(Saved entries)
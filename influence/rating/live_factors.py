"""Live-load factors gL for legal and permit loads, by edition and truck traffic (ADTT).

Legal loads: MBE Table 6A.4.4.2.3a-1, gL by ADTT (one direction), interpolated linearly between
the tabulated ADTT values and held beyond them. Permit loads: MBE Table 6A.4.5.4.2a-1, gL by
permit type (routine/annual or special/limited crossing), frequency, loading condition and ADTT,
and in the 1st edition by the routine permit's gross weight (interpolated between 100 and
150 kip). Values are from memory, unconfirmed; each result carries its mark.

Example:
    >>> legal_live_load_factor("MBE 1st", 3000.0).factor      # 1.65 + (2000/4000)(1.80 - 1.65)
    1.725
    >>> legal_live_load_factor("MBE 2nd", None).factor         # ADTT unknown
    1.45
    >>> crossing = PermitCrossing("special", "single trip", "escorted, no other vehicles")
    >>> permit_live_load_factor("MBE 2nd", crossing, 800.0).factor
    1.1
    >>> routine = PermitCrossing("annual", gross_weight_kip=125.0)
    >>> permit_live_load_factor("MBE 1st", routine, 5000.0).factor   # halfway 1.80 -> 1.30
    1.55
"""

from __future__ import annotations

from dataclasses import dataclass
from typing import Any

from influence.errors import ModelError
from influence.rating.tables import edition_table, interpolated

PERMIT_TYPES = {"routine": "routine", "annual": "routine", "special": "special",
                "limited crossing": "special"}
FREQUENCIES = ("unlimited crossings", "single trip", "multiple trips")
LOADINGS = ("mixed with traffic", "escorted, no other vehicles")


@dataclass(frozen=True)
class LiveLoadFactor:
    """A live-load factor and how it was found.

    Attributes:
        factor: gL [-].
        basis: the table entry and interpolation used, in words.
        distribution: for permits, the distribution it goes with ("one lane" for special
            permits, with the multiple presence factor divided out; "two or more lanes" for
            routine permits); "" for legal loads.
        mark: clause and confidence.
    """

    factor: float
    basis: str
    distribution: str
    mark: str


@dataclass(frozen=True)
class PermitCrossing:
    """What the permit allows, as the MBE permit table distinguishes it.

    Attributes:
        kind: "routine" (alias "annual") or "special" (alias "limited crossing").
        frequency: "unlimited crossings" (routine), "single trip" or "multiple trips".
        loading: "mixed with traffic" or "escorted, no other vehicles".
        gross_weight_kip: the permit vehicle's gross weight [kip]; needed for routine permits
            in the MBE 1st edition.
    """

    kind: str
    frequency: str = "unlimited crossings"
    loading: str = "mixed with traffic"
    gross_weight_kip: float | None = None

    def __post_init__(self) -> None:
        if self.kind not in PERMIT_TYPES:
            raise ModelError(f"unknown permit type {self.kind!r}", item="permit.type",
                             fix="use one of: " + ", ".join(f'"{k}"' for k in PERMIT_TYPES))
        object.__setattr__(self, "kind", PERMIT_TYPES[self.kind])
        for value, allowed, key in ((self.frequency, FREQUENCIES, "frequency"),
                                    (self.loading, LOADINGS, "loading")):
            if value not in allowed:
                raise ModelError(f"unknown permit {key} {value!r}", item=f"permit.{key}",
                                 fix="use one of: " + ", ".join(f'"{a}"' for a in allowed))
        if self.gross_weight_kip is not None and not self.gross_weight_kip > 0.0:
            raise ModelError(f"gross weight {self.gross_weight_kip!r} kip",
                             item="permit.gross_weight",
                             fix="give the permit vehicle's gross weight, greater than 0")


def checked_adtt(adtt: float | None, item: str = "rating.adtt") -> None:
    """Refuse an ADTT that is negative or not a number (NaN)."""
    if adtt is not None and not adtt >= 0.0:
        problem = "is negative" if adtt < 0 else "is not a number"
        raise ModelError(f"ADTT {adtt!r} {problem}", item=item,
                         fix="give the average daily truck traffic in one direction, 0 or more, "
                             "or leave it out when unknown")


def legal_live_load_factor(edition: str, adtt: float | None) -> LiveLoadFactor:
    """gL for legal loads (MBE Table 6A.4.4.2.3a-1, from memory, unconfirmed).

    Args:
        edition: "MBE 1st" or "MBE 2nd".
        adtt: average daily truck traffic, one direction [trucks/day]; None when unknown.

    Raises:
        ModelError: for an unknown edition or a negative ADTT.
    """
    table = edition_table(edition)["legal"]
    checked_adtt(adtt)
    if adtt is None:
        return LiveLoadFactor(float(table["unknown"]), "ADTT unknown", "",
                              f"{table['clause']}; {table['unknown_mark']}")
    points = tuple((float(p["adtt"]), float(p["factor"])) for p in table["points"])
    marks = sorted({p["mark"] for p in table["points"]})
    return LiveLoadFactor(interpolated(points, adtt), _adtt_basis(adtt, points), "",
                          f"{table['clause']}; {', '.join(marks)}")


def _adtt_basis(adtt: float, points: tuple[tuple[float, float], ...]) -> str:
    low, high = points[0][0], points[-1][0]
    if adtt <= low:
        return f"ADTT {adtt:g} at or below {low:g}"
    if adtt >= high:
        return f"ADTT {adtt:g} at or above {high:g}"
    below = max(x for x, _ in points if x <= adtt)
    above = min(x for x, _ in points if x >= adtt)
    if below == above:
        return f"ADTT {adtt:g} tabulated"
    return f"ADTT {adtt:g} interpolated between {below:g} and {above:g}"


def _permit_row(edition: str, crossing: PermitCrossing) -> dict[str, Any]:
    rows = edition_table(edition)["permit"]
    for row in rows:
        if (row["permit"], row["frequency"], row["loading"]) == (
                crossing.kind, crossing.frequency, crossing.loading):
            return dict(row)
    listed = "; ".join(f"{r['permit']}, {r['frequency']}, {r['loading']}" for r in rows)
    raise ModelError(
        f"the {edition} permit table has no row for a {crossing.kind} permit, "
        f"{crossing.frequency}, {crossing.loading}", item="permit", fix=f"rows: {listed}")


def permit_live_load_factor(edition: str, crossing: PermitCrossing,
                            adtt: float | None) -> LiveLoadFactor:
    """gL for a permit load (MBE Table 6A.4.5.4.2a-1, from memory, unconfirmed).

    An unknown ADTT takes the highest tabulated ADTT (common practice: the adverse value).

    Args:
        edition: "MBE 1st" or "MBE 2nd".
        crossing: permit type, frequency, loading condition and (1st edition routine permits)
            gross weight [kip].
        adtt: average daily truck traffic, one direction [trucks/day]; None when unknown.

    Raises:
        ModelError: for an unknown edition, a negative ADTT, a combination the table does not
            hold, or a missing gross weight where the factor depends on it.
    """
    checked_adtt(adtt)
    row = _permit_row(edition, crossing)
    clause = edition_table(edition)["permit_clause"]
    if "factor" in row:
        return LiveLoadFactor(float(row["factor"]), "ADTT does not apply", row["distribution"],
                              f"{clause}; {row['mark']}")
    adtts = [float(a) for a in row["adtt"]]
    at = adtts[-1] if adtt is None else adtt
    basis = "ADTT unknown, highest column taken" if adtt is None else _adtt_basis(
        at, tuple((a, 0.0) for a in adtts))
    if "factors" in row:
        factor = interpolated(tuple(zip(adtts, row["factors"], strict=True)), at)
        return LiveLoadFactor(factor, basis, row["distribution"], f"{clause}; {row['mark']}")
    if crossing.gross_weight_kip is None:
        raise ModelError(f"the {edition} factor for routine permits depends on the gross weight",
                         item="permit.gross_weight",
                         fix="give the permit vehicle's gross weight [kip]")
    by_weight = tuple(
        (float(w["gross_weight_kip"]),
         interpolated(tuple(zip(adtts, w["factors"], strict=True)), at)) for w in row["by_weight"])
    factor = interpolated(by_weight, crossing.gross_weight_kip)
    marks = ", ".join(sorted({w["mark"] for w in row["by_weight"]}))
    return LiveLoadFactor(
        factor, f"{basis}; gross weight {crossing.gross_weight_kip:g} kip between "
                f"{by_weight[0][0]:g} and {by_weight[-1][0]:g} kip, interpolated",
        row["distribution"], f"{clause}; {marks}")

__WHAT TO DO__:
Having read the entries, output all of them verbatim.

__OUTPUT FOR THIS TASK__:
filename influence/rating/live_factors.py
"""Live-load factors gL for legal and permit loads, by edition and truck traffic (ADTT).

Legal loads: MBE Table 6A.4.4.2.3a-1, gL by ADTT (one direction), interpolated linearly between
the tabulated ADTT values and held beyond them. Permit loads: MBE Table 6A.4.5.4.2a-1, gL by
permit type (routine/annual or special/limited crossing), frequency, loading condition and ADTT,
and in the 1st edition by the routine permit's gross weight (interpolated between 100 and
150 kip). Values are from memory, unconfirmed; each result carries its mark.

Example:
    >>> legal_live_load_factor("MBE 1st", 3000.0).factor      # 1.65 + (2000/4000)(1.80 - 1.65)
    1.725
    >>> legal_live_load_factor("MBE 2nd", None).factor         # ADTT unknown
    1.45
    >>> crossing = PermitCrossing("special", "single trip", "escorted, no other vehicles")
    >>> permit_live_load_factor("MBE 2nd", crossing, 800.0).factor
    1.1
    >>> routine = PermitCrossing("annual", gross_weight_kip=125.0)
    >>> permit_live_load_factor("MBE 1st", routine, 5000.0).factor   # halfway 1.80 -> 1.30
    1.55
"""

from __future__ import annotations

from dataclasses import dataclass
from typing import Any

from influence.errors import ModelError
from influence.rating.tables import edition_table, interpolated

PERMIT_TYPES = {"routine": "routine", "annual": "routine", "special": "special",
                "limited crossing": "special"}
FREQUENCIES = ("unlimited crossings", "single trip", "multiple trips")
LOADINGS = ("mixed with traffic", "escorted, no other vehicles")


@dataclass(frozen=True)
class LiveLoadFactor:
    """A live-load factor and how it was found.

    Attributes:
        factor: gL [-].
        basis: the table entry and interpolation used, in words.
        distribution: for permits, the distribution it goes with ("one lane" for special
            permits, with the multiple presence factor divided out; "two or more lanes" for
            routine permits); "" for legal loads.
        mark: clause and confidence.
    """

    factor: float
    basis: str
    distribution: str
    mark: str


@dataclass(frozen=True)
class PermitCrossing:
    """What the permit allows, as the MBE permit table distinguishes it.

    Attributes:
        kind: "routine" (alias "annual") or "special" (alias "limited crossing").
        frequency: "unlimited crossings" (routine), "single trip" or "multiple trips".
        loading: "mixed with traffic" or "escorted, no other vehicles".
        gross_weight_kip: the permit vehicle's gross weight [kip]; needed for routine permits
            in the MBE 1st edition.
    """

    kind: str
    frequency: str = "unlimited crossings"
    loading: str = "mixed with traffic"
    gross_weight_kip: float | None = None

    def __post_init__(self) -> None:
        if self.kind not in PERMIT_TYPES:
            raise ModelError(f"unknown permit type {self.kind!r}", item="permit.type",
                             fix="use one of: " + ", ".join(f'"{k}"' for k in PERMIT_TYPES))
        object.__setattr__(self, "kind", PERMIT_TYPES[self.kind])
        for value, allowed, key in ((self.frequency, FREQUENCIES, "frequency"),
                                    (self.loading, LOADINGS, "loading")):
            if value not in allowed:
                raise ModelError(f"unknown permit {key} {value!r}", item=f"permit.{key}",
                                 fix="use one of: " + ", ".join(f'"{a}"' for a in allowed))
        if self.gross_weight_kip is not None and not self.gross_weight_kip > 0.0:
            raise ModelError(f"gross weight {self.gross_weight_kip!r} kip",
                             item="permit.gross_weight",
                             fix="give the permit vehicle's gross weight, greater than 0")


def checked_adtt(adtt: float | None, item: str = "rating.adtt") -> None:
    """Refuse an ADTT that is negative or not a number (NaN)."""
    if adtt is not None and not adtt >= 0.0:
        problem = "is negative" if adtt < 0 else "is not a number"
        raise ModelError(f"ADTT {adtt!r} {problem}", item=item,
                         fix="give the average daily truck traffic in one direction, 0 or more, "
                             "or leave it out when unknown")


def legal_live_load_factor(edition: str, adtt: float | None) -> LiveLoadFactor:
    """gL for legal loads (MBE Table 6A.4.4.2.3a-1, from memory, unconfirmed).

    Args:
        edition: "MBE 1st" or "MBE 2nd".
        adtt: average daily truck traffic, one direction [trucks/day]; None when unknown.

    Raises:
        ModelError: for an unknown edition or a negative ADTT.
    """
    table = edition_table(edition)["legal"]
    checked_adtt(adtt)
    if adtt is None:
        return LiveLoadFactor(float(table["unknown"]), "ADTT unknown", "",
                              f"{table['clause']}; {table['unknown_mark']}")
    points = tuple((float(p["adtt"]), float(p["factor"])) for p in table["points"])
    marks = sorted({p["mark"] for p in table["points"]})
    return LiveLoadFactor(interpolated(points, adtt), _adtt_basis(adtt, points), "",
                          f"{table['clause']}; {', '.join(marks)}")


def _adtt_basis(adtt: float, points: tuple[tuple[float, float], ...]) -> str:
    low, high = points[0][0], points[-1][0]
    if adtt <= low:
        return f"ADTT {adtt:g} at or below {low:g}"
    if adtt >= high:
        return f"ADTT {adtt:g} at or above {high:g}"
    below = max(x for x, _ in points if x <= adtt)
    above = min(x for x, _ in points if x >= adtt)
    if below == above:
        return f"ADTT {adtt:g} tabulated"
    return f"ADTT {adtt:g} interpolated between {below:g} and {above:g}"


def _permit_row(edition: str, crossing: PermitCrossing) -> dict[str, Any]:
    rows = edition_table(edition)["permit"]
    for row in rows:
        if (row["permit"], row["frequency"], row["loading"]) == (
                crossing.kind, crossing.frequency, crossing.loading):
            return dict(row)
    listed = "; ".join(f"{r['permit']}, {r['frequency']}, {r['loading']}" for r in rows)
    raise ModelError(
        f"the {edition} permit table has no row for a {crossing.kind} permit, "
        f"{crossing.frequency}, {crossing.loading}", item="permit", fix=f"rows: {listed}")


def permit_live_load_factor(edition: str, crossing: PermitCrossing,
                            adtt: float | None) -> LiveLoadFactor:
    """gL for a permit load (MBE Table 6A.4.5.4.2a-1, from memory, unconfirmed).

    An unknown ADTT takes the highest tabulated ADTT (common practice: the adverse value).

    Args:
        edition: "MBE 1st" or "MBE 2nd".
        crossing: permit type, frequency, loading condition and (1st edition routine permits)
            gross weight [kip].
        adtt: average daily truck traffic, one direction [trucks/day]; None when unknown.

    Raises:
        ModelError: for an unknown edition, a negative ADTT, a combination the table does not
            hold, or a missing gross weight where the factor depends on it.
    """
    checked_adtt(adtt)
    row = _permit_row(edition, crossing)
    clause = edition_table(edition)["permit_clause"]
    if "factor" in row:
        return LiveLoadFactor(float(row["factor"]), "ADTT does not apply", row["distribution"],
                              f"{clause}; {row['mark']}")
    adtts = [float(a) for a in row["adtt"]]
    at = adtts[-1] if adtt is None else adtt
    basis = "ADTT unknown, highest column taken" if adtt is None else _adtt_basis(
        at, tuple((a, 0.0) for a in adtts))
    if "factors" in row:
        factor = interpolated(tuple(zip(adtts, row["factors"], strict=True)), at)
        return LiveLoadFactor(factor, basis, row["distribution"], f"{clause}; {row['mark']}")
    if crossing.gross_weight_kip is None:
        raise ModelError(f"the {edition} factor for routine permits depends on the gross weight",
                         item="permit.gross_weight",
                         fix="give the permit vehicle's gross weight [kip]")
    by_weight = tuple(
        (float(w["gross_weight_kip"]),
         interpolated(tuple(zip(adtts, w["factors"], strict=True)), at)) for w in row["by_weight"])
    factor = interpolated(by_weight, crossing.gross_weight_kip)
    marks = ", ".join(sorted({w["mark"] for w in row["by_weight"]}))
    return LiveLoadFactor(
        factor, f"{basis}; gross weight {crossing.gross_weight_kip:g} kip between "
                f"{by_weight[0][0]:g} and {by_weight[-1][0]:g} kip, interpolated",
        row["distribution"], f"{clause}; {marks}")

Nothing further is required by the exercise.